# hachy OS build & update
We will move this to the infra repo proposals once we have directional agreement.
## Situation
A Hachyderm Infra person needs to repeatably and reliably:
- Build and boot new hosts in our various clouds
- Update a existing hosts
- Rollback failed updates to a host
Today (early 2023), these operations are done manually: either through console clicks or ad-hoc commands at the CLI. While this has gotten us to where we are, we hypothesize it will be difficult to scale using this same set of processes. We've already observed several cases where expected configuration does not match actual configuration.
Previously, the [team agreed to leverage NixOS]([tbd](https://discord.com/channels/858148454953254943/1060701008461824051/1060701495831576627)) (needs a better reference), as we think it will provide us consistency in our host builds that will lead to improved reliability and more consistent operations.
Furthermore, while we have presence in Linode for our edge nodes, we would like to explore using Hetzner cloud for `sidekiq` processes, as HCloud provides us with [free egress](https://discord.com/channels/858148454953254943/1063853904644808794/1063886051376115794), which we hypothesize will lower our overall burn rate.
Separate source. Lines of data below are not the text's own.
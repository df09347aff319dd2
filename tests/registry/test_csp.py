"""The Content-Security-Policy header: strict on the register's pages and the admin, widened
only where the API's documentation and browsable pages need it, and never for scripts."""
from __future__ import annotations

import pytest
from django.test import Client

from registry.services import person_create

pytestmark = pytest.mark.django_db

STRICT = {
    "default-src": "'self'", "script-src": "'self'", "style-src": "'self'", "img-src": "'self'",
    "font-src": "'self'", "connect-src": "'self'", "object-src": "'none'", "base-uri": "'none'",
    "frame-ancestors": "'none'", "form-action": "'self'",
}


def _policy(client: Client, url: str) -> dict[str, str]:
    response = client.get(url)
    assert response.status_code == 200, url
    return {directive.split(" ", 1)[0]: directive.split(" ", 1)[1]
            for directive in response["Content-Security-Policy"].split("; ")}


@pytest.mark.parametrize("url", ["/login/", "/admin/login/"])
def test_pages_and_admin_get_the_strict_policy(client: Client, url: str) -> None:
    assert _policy(client, url) == STRICT


def test_a_signed_in_page_and_an_admin_page_get_the_strict_policy(client: Client) -> None:
    client.force_login(person_create(username="holloway", role="lso").user)
    assert _policy(client, "/lasers/") == STRICT
    assert _policy(client, "/admin/registry/laser/") == STRICT


@pytest.mark.parametrize(("url", "widened"), [
    ("/api/v1/docs/", {"img-src": "'self' data:"}),
    ("/api/v1/docs/redoc/", {"img-src": "'self' data:", "style-src": "'self' 'unsafe-inline'",
                             "worker-src": "blob:"}),
])
def test_the_docs_widen_only_what_their_bundles_need(client: Client, url: str, widened: dict[str, str]) -> None:
    assert _policy(client, url) == STRICT | widened


def test_swagger_ui_starts_from_a_script_of_its_own_not_an_inline_one(client: Client) -> None:
    page = client.get("/api/v1/docs/").content.decode()
    assert "<script>" not in page and "<style" not in page
    script = client.get("/api/v1/docs/?script=")
    assert script["Content-Type"].startswith("application/javascript")
    assert "SwaggerUIBundle" in script.content.decode()


def test_the_browsable_api_may_use_style_attributes_but_no_inline_script(client: Client) -> None:
    client.force_login(person_create(username="holloway", role="lso").user)
    assert _policy(client, "/api/v1/lasers/?format=api") == STRICT | {"style-src": "'self' 'unsafe-inline'"}
    # The API index is a browsable page too, open before signing in.
    client.logout()
    assert _policy(client, "/api/v1/?format=api") == STRICT | {"style-src": "'self' 'unsafe-inline'"}
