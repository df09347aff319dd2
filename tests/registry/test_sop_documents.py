"""SOP documents: bounded in size, a PDF or office text by their content (never HTML, whatever
the name), checked the same way through the API, the admin and the services, and served only
through /api/v1/sops/{id}/document/ to whoever may read the SOP."""
from __future__ import annotations

import io
import zipfile
from pathlib import Path
from typing import Any

import pytest
from django.core.exceptions import ValidationError
from django.core.files.base import ContentFile
from django.core.files.uploadedfile import SimpleUploadedFile
from django.test import Client
from rest_framework.test import APIClient

from registry.models import SOP, Person
from registry.models.sop import DOCX, ODT, PDF, document_kind
from registry.services import person_create, sop_create
from tests import factories

pytestmark = pytest.mark.django_db

PDF_BYTES = b"%PDF-1.4\n1 0 obj << /Type /Catalog >> endobj\n%%EOF\n"
HTML_BYTES = b"<!doctype html><html><body><script>alert(document.cookie)</script></body></html>"


def _zip(entries: dict[str, bytes]) -> bytes:
    buffer = io.BytesIO()
    with zipfile.ZipFile(buffer, "w") as archive:
        for name, data in entries.items():
            archive.writestr(name, data)
    return buffer.getvalue()


DOCX_BYTES = _zip({"[Content_Types].xml": b"<Types/>", "word/document.xml": b"<w:document/>"})
ODT_BYTES = _zip({"mimetype": ODT.content_type.encode(), "content.xml": b"<office:document-content/>"})


@pytest.mark.parametrize(("data", "kind"), [
    (PDF_BYTES, PDF),
    (DOCX_BYTES, DOCX),
    (ODT_BYTES, ODT),
    (HTML_BYTES, None),
    (b"1. Wear the goggles.\n", None),
    (_zip({"index.html": HTML_BYTES}), None),
    (_zip({"mimetype": b"application/vnd.oasis.opendocument.spreadsheet"}), None),
    (b"PK\x03\x04 not really an archive", None),
    (b"", None),
])
def test_the_kind_of_a_document_is_read_from_its_bytes(data: bytes, kind: Any) -> None:
    file = io.BytesIO(data)
    assert document_kind(file) == kind
    assert file.tell() == 0


@pytest.fixture(autouse=True)
def media(settings: Any, tmp_path: Path) -> Path:
    settings.MEDIA_ROOT = tmp_path
    return tmp_path


@pytest.fixture
def lso() -> Person:
    return person_create(username="holloway", role="lso")


@pytest.fixture
def owner() -> Person:
    return person_create(username="okafor", role="researcher")


def _api(person: Person) -> APIClient:
    client = APIClient()
    client.force_authenticate(user=person.user)
    return client


def _upload(client: APIClient, laser: Any, name: str, data: bytes, content_type: str = "application/pdf") -> Any:
    return client.post("/api/v1/sops/", {"laser": laser.pk, "title": "Alignment",
                                         "document": SimpleUploadedFile(name, data, content_type=content_type)},
                       format="multipart")


def test_the_size_limit_is_20_mb_unless_set(settings: Any) -> None:
    assert settings.SOP_DOCUMENT_MAX_BYTES == 20 * 2**20


def test_a_document_over_the_limit_is_a_400_naming_the_field(settings: Any, owner: Person, media: Path) -> None:
    settings.SOP_DOCUMENT_MAX_BYTES = 1024
    laser = factories.LaserFactory.create(owner=owner)
    response = _upload(_api(owner), laser, "long.pdf", PDF_BYTES + b"0" * 1024)
    assert response.status_code == 400
    assert "MB is accepted" in str(response.json()["document"])
    assert not SOP.objects.exists()
    assert list(media.rglob("*.pdf")) == []
    # One byte under the limit is taken.
    accepted = _upload(_api(owner), laser, "short.pdf", PDF_BYTES.ljust(1024, b"\n"))
    assert accepted.status_code == 201, accepted.content


@pytest.mark.parametrize(("name", "content_type"), [("procedure.pdf", "application/pdf"),
                                                    ("procedure.html", "text/html"),
                                                    ("procedure.docx", DOCX.content_type)])
def test_html_is_refused_whatever_its_name_or_claimed_type(owner: Person, media: Path, name: str,
                                                           content_type: str) -> None:
    laser = factories.LaserFactory.create(owner=owner)
    response = _upload(_api(owner), laser, name, HTML_BYTES, content_type)
    assert response.status_code == 400
    assert "is none of these" in str(response.json()["document"])
    assert not SOP.objects.exists()
    assert [path for path in media.rglob("*") if path.is_file()] == []


def test_a_replacement_document_is_checked_too(owner: Person) -> None:
    laser = factories.LaserFactory.create(owner=owner)
    sop = sop_create(laser=laser, title="Alignment", by=owner, document=ContentFile(PDF_BYTES, name="a.pdf"))
    client = _api(owner)
    etag = client.get(f"/api/v1/sops/{sop.pk}/")["ETag"]
    response = client.patch(f"/api/v1/sops/{sop.pk}/", {"document": SimpleUploadedFile("b.pdf", HTML_BYTES)},
                            format="multipart", HTTP_IF_MATCH=etag)
    assert response.status_code == 400
    assert "is none of these" in str(response.json()["document"])
    sop.refresh_from_db()
    with sop.document.open("rb") as document:
        assert document.read() == PDF_BYTES


def test_the_services_refuse_what_the_api_refuses(owner: Person) -> None:
    laser = factories.LaserFactory.create(owner=owner)
    with pytest.raises(ValidationError) as refused:
        sop_create(laser=laser, title="Alignment", by=owner, document=ContentFile(HTML_BYTES, name="a.pdf"))
    assert "document" in refused.value.message_dict
    assert not SOP.objects.exists()


def test_the_admin_refuses_html_on_the_form(client: Client, lso: Person) -> None:
    sop = factories.SOPFactory.create()
    client.force_login(lso.user)
    response = client.post(f"/admin/registry/sop/{sop.pk}/change/", {
        "laser": sop.laser.pk, "title": sop.title, "version": sop.version, "summary": "",
        "document": SimpleUploadedFile("routine.pdf", HTML_BYTES, content_type="application/pdf"),
        "acknowledgements-TOTAL_FORMS": "0", "acknowledgements-INITIAL_FORMS": "0"})
    assert response.status_code == 200
    assert "is none of these" in str(response.context["adminform"].form.errors["document"])
    sop.refresh_from_db()
    assert not sop.document


@pytest.fixture
def sop_with_document(owner: Person) -> SOP:
    laser = factories.LaserFactory.create(owner=owner, asset_tag="FV-0101")
    return sop_create(laser=laser, title="Alignment", by=owner, document=ContentFile(PDF_BYTES, name="x.html"))


@pytest.mark.parametrize("reader", ["lso", "inspector", "owner", "authorized user"])
def test_a_reader_of_the_sop_gets_its_document_as_a_safe_attachment(reader: str, lso: Person, owner: Person,
                                                                    sop_with_document: SOP) -> None:
    people = {"lso": lso, "owner": owner, "inspector": person_create(username="abbott", role="inspector")}
    if reader == "authorized user":
        people[reader] = person_create(username="dunmore", role="user")
        factories.AuthorizationFactory.create(person=people[reader], laser=sop_with_document.laser)
    client = _api(people[reader])
    listed = client.get(f"/api/v1/sops/{sop_with_document.pk}/").json()["document"]
    assert listed == f"http://testserver/api/v1/sops/{sop_with_document.pk}/document/"
    response = client.get(listed)
    assert response.status_code == 200
    assert response["Content-Type"] == "application/pdf"
    assert response["Content-Disposition"] == 'attachment; filename="sop-FV-0101-v1.pdf"'
    assert response["X-Content-Type-Options"] == "nosniff"
    assert b"".join(response.streaming_content) == PDF_BYTES


def test_someone_not_allowed_the_sop_gets_404_and_anonymous_401(sop_with_document: SOP) -> None:
    stranger = person_create(username="dunmore", role="user")
    url = f"/api/v1/sops/{sop_with_document.pk}/document/"
    assert _api(stranger).get(url).status_code == 404
    assert APIClient().get(url).status_code == 401


def test_an_sop_without_a_document_answers_404(owner: Person) -> None:
    sop = sop_create(laser=factories.LaserFactory.create(owner=owner), title="Alignment", by=owner)
    response = _api(owner).get(f"/api/v1/sops/{sop.pk}/document/")
    assert response.status_code == 404
    assert response.json()["detail"] == "This SOP has no document."
    assert _api(owner).get(f"/api/v1/sops/{sop.pk}/").json()["document"] is None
We also have a presence in Heztner's decidated datacenters for our databases.
## Build new host
We need to create a net-new virtual machine in one of our providers and get it into a good running state. We have multiple providers where we boot hosts:
- Hetzner dedicated
- Hetzner cloud (not really used)
- Linode
### Constraints
None of our providers have a base operating system that boots directly into NixOS. This means we need to build an image/artifact to install NixOS. Our cloud-based providers do not support mounting ISO images, so in this case, we need to leverage an external process to "convert" a different operating system into NixOS. Fortunately, the [`nixos-infect` project](https://github.com/elitak/nixos-infect) allows us to do exactly that.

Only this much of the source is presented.